Ananth Narayanan, the CEO of Myntra and Jabong, said start-ups like theirs have created sustainable business based on a combination of India-specific innovation and technology which has resulted in an ecosystem for entrepreneurs to take risks.
Copy and paste
Murthy also referred to how the copy-and-paste culture has set in among the start-ups in India. “Take what is in the US and copy and paste it here. It has worked in China and Russia because of the environment there.” However, to replicate here may not always work. Ganesh, however, said taking good practices from the so-called copy-and-paste model and evolving one’s own unique model was one way out. For example, the cash-on-delivery model was an India-specific model which has worked very well for the Indian consumers. “There are good things to be learnt from what has worked in the US. There is nothing called copy-and-paste model. We should be slightly more generous with our start-ups before judging them.”
Mahesh countered it by pointing out that 15 to 20 years ago, the markets were lot more forgiving but today there are just two to three start-ups which dominate each sector and hence one should create a model for the market that the start-ups are playing in.
Agreeing with Ganesh, Myntra CEO Narayanan pointed out that the country’s fashion industry was mostly unbranded and hence their start-up came up with private label initiatives which has worked for them.
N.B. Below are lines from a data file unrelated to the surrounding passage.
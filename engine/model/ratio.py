"""Exact arithmetic on rational functions that stay products: what an expression is worked out with."""

from __future__ import annotations

from collections.abc import Mapping
from dataclasses import dataclass, field
from fractions import Fraction
from typing import TypeAlias

from engine.model.exact import IntPolynomial, plus, split_content, times

Factors: TypeAlias = Mapping[IntPolynomial, int]
"""Multiplicity of each factor: primitive polynomials of degree 1 or more, leading coefficient positive."""


class TooLargeError(ArithmeticError):
    """The exact result would be out of all proportion; the message says how."""


@dataclass
class Budget:
    """Bounds the order and the work of one expression, so that any text is answered quickly."""

    order: int
    coefficient_bits: int = 20_000
    work_left: int = 3_000_000

    def spend(self, work: int) -> None:
        """Count work (about 100 ns a unit)."""
        self.work_left -= work
        if self.work_left < 0:
            raise TooLargeError("the formula takes too long to work out; give the model as zeros and poles")


@dataclass(frozen=True)
class Ratio:
    """content · Π factor^m / Π factor^m · exp(−s · dead_time). Common factors are kept on both sides."""

    content: Fraction
    top: Factors = field(default_factory=dict)
    bottom: Factors = field(default_factory=dict)
    dead_time: Fraction = Fraction(0)

    @property
    def is_constant(self) -> bool:
        """No s in it anywhere."""
        return self.content == 0 or not (self.top or self.bottom or self.dead_time)


VARIABLE = Ratio(Fraction(1), {(1, 0): 1})
"""s itself."""


def product(left: Ratio, right: Ratio, budget: Budget) -> Ratio:
    """left · right."""
    result = Ratio(
        left.content * right.content,
        _joined(left.top, right.top),
        _joined(left.bottom, right.bottom),
        left.dead_time + right.dead_time,
    )
    return _checked(result, budget)


def quotient(left: Ratio, right: Ratio, budget: Budget) -> Ratio:
    """left / right; right is not 0."""
    return product(left, Ratio(1 / right.content, right.bottom, right.top, -right.dead_time), budget)


def power(base: Ratio, exponent: int, budget: Budget) -> Ratio:
    """base^exponent; base is not 0 where the exponent is negative."""
    if exponent < 0:
        return quotient(Ratio(Fraction(1)), power(base, -exponent, budget), budget)
    bits = base.content.numerator.bit_length() + base.content.denominator.bit_length()
    if bits * exponent > 2 * budget.coefficient_bits:
        raise TooLargeError("the number is beyond the range of numbers, 1e-308 to 1e308")
    if exponent == 0:
        return Ratio(Fraction(1))
    result = Ratio(
        base.content**exponent,
        {factor: m * exponent for factor, m in base.top.items()},
        {factor: m * exponent for factor, m in base.bottom.items()},
        base.dead_time * exponent,
    )
    return _checked(result, budget)


def total(left: Ratio, right: Ratio, budget: Budget) -> Ratio:
    """left + right over their least common denominator; both have the same dead time, or one is 0.

    A denominator factor that both share is written once: 1/s + 1/s² has one double pole at 0, as a person
    would write it, not a third pole hidden under a zero.
    """
    if left.content == 0 or right.content == 0:
        return right if left.content == 0 else left
    bottom = {f: max(left.bottom.get(f, 0), right.bottom.get(f, 0)) for f in {**left.bottom, **right.bottom}}
    shared = {f: min(m, right.top[f]) for f, m in left.top.items() if f in right.top}
    expanded = plus(
        *(_scaled_numerator(part, bottom, shared, other.content.denominator, budget)
          for part, other in ((left, right), (right, left)))
    )  # fmt: skip
    denominator = left.content.denominator * right.content.denominator
    content, rest = split_content(Fraction(c) for c in expanded)
    top = dict(shared) if len(rest) < 2 else _joined(shared, {rest: 1})
    if content == 0:
        return Ratio(Fraction(0))
    return _checked(Ratio(content / denominator, top, bottom, left.dead_time), budget)


def _scaled_numerator(part: Ratio, bottom: Factors, shared: Factors, scale: int, budget: Budget) -> IntPolynomial:
    expanded: IntPolynomial = (part.content.numerator * scale,)
    lacking = {f: m - part.bottom.get(f, 0) for f, m in bottom.items()}
    own = {f: m - shared.get(f, 0) for f, m in part.top.items()}
    if sum(m * (len(f) - 1) for group in (lacking, own) for f, m in group.items()) > 2 * budget.order:
        raise TooLargeError(f"the sum has more than {budget.order} roots")
    for group in (lacking, own):
        for factor, multiplicity in group.items():
            for _ in range(multiplicity):
                size = max(c.bit_length() for c in expanded) // 500 + max(c.bit_length() for c in factor) // 500
                budget.spend(len(expanded) * len(factor) * (1 + size))
                expanded = times(expanded, factor)
    return expanded


def _joined(left: Factors, right: Factors) -> Factors:
    if not left or not right:
        return left or right
    result = dict(left)
    for factor, multiplicity in right.items():
        result[factor] = result.get(factor, 0) + multiplicity
    return result


def _checked(result: Ratio, budget: Budget) -> Ratio:
    budget.spend(50 + 10 * (len(result.top) + len(result.bottom)))
    for factors in (result.top, result.bottom):
        if sum(m * (len(f) - 1) for f, m in factors.items()) > budget.order:
            raise TooLargeError(f"the order is above {budget.order}")
        if any(c.bit_length() > budget.coefficient_bits for f in factors for c in f):
            raise TooLargeError("the coefficients are out of range; check the units")
    size = max(result.content.numerator.bit_length(), result.content.denominator.bit_length())
    if size > budget.coefficient_bits:
        raise TooLargeError("the number is beyond the range of numbers, 1e-308 to 1e308")
    return result
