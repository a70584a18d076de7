"""A factored model as one line of text, for screens and reports; the expression grammar reads it back."""

from __future__ import annotations

import math
from collections import Counter

from engine.model.factored import ComplexArray, Factored

_RAISED = str.maketrans("0123456789", "⁰¹²³⁴⁵⁶⁷⁸⁹")


def as_text(model: Factored, digits: int = 6) -> str:
    """The model as ``3.2·(s + 40) / (s·(s² + 2s + 900)) · e^(−0.002s)``.

    Parameters
    ----------
    digits : significant digits of every number; 17 or more gives the shortest that reads back as the same double

    Returns
    -------
    a formula with real factors of first and second order, equal factors gathered into powers, nothing cancelled
    """
    top = _factors(model.zeros, digits)
    bottom = _factors(model.poles, digits)
    gain = _number(model.gain, digits)
    if gain == "1" and top:
        gain = ""
    elif gain == "−1" and top:
        gain = "−"
    numerator = gain + ("·" if gain.strip("−") and top else "") + "·".join(top)
    text = numerator
    if bottom:
        # One factor needs no further parentheses: (s + 1)², s, s³ stand by themselves.
        text += " / " + (bottom[0] if len(bottom) == 1 else f"({'·'.join(bottom)})")
    if model.dead_time_s:
        delay = f"e^(−{_coefficient(model.dead_time_s, digits)}s)"
        text = delay if text == "1" else f"{text} · {delay}"
    return text


def _factors(roots: ComplexArray, digits: int) -> list[str]:
    """Factors in ascending order of their roots' size, equal ones as a power."""
    counted = Counter(complex(root) for root in roots if root.imag >= 0)
    ordered = sorted(counted, key=lambda root: (abs(root), root.real))
    return [_factor(root, digits) + _power(counted[root]) for root in ordered]


def _factor(root: complex, digits: int) -> str:
    if root == 0:
        return "s"
    if root.imag == 0:
        return f"(s {_signed(-root.real, digits)})"
    square = _signed(math.hypot(root.real, root.imag) ** 2, digits)
    if root.real == 0:
        return f"(s² {square})"
    sign = "−" if root.real > 0 else "+"
    return f"(s² {sign} {_coefficient(2 * abs(root.real), digits)}s {square})"


def _power(multiplicity: int) -> str:
    return "" if multiplicity == 1 else str(multiplicity).translate(_RAISED)


def _coefficient(number: float, digits: int) -> str:
    text = _number(number, digits)
    return "" if text == "1" else text


def _signed(number: float, digits: int) -> str:
    return ("− " if number < 0 else "+ ") + _number(abs(number), digits)


def _number(number: float, digits: int) -> str:
    text = repr(float(number)).removesuffix(".0") if digits >= 17 else f"{number:.{digits}g}"
    mantissa, _, exponent = text.partition("e")
    if exponent and 0 <= int(exponent) < 7:
        # 900000 rather than 9e+05, where so many digits are short enough to read.
        text = f"{float(text):.0f}"
    elif exponent:
        text = f"{mantissa}e{int(exponent)}"
    return text.replace("-", "−")
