"""Models given as numerator and denominator coefficients."""

from __future__ import annotations

from collections.abc import Sequence
from fractions import Fraction

from engine.errors import DesignError
from engine.model.exact import IntPolynomial
from engine.model.factored import Factored
from engine.model.factored_entry import dead_time
from engine.model.limits import DEFAULT_LIMITS, Limits
from engine.model.roots import exact_polynomial, roots_of_exact


def from_coefficients(
    numerator: Sequence[object],
    denominator: Sequence[object],
    dead_time_s: object = 0.0,
    limits: Limits = DEFAULT_LIMITS,
) -> Factored:
    """numerator(s) / denominator(s) · exp(−s · dead_time_s) as gain, zeros and poles; nothing is cancelled.

    Parameters
    ----------
    numerator, denominator : real numbers, highest power first; leading zeros only lower the order
    dead_time_s : >= 0 [s]

    Raises DesignError: `numerator`, `numerator[k]`, `denominator`, `denominator[k]`, `dead_time_s`.
    """
    delay = dead_time(dead_time_s)
    top_gain, top = _read(numerator, "numerator", limits)
    bottom_gain, bottom = _read(denominator, "denominator", limits)
    return from_exact(top_gain / bottom_gain, top, bottom, delay)


def from_exact(gain: Fraction, numerator: IntPolynomial, denominator: IntPolynomial, dead_time_s: float) -> Factored:
    """gain · numerator / denominator, both taken with leading coefficient 1."""
    roots = []
    for polynomial, where in ((numerator, "numerator"), (denominator, "denominator")):
        try:
            roots.append(roots_of_exact(polynomial))
        except DesignError as error:
            raise error.within(where) from None
    return Factored(gain_number(gain, "numerator"), roots[0], roots[1], dead_time_s)


def gain_number(gain: Fraction, where: str) -> float:
    """An exact gain other than 0 as a double; DesignError where it is beyond a double's range."""
    try:
        number = float(gain)
    except OverflowError:
        number = 0.0
    if number == 0:
        raise DesignError(where, "gives a gain beyond 1e±308; scale the units of the model")
    return number


def _read(coefficients: Sequence[object], where: str, limits: Limits) -> tuple[Fraction, IntPolynomial]:
    try:
        return exact_polynomial(coefficients, limits)
    except DesignError as error:
        raise error.within(where) from None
Earlier, there were 10-15 start-ups in our space but one has seen a consolidation since then because those which survived came up with India-specific innovation, Narayanan said.
All the panelists agreed that some of the start-ups, which were critical about capital dumping by foreign-based ventures, were not being fair as those against the practice were also the ones which had received funds from overseas funds.
Answering a question from the audience about the reason for lack of funding for non-technology start-ups, Murthy said most investments are driven by tenure and it becomes necessary to find start-ups which can give returns within a span of eight to 10 years. Therefore, most tech start-ups are the ones who have a better chance of giving better returns with that time span.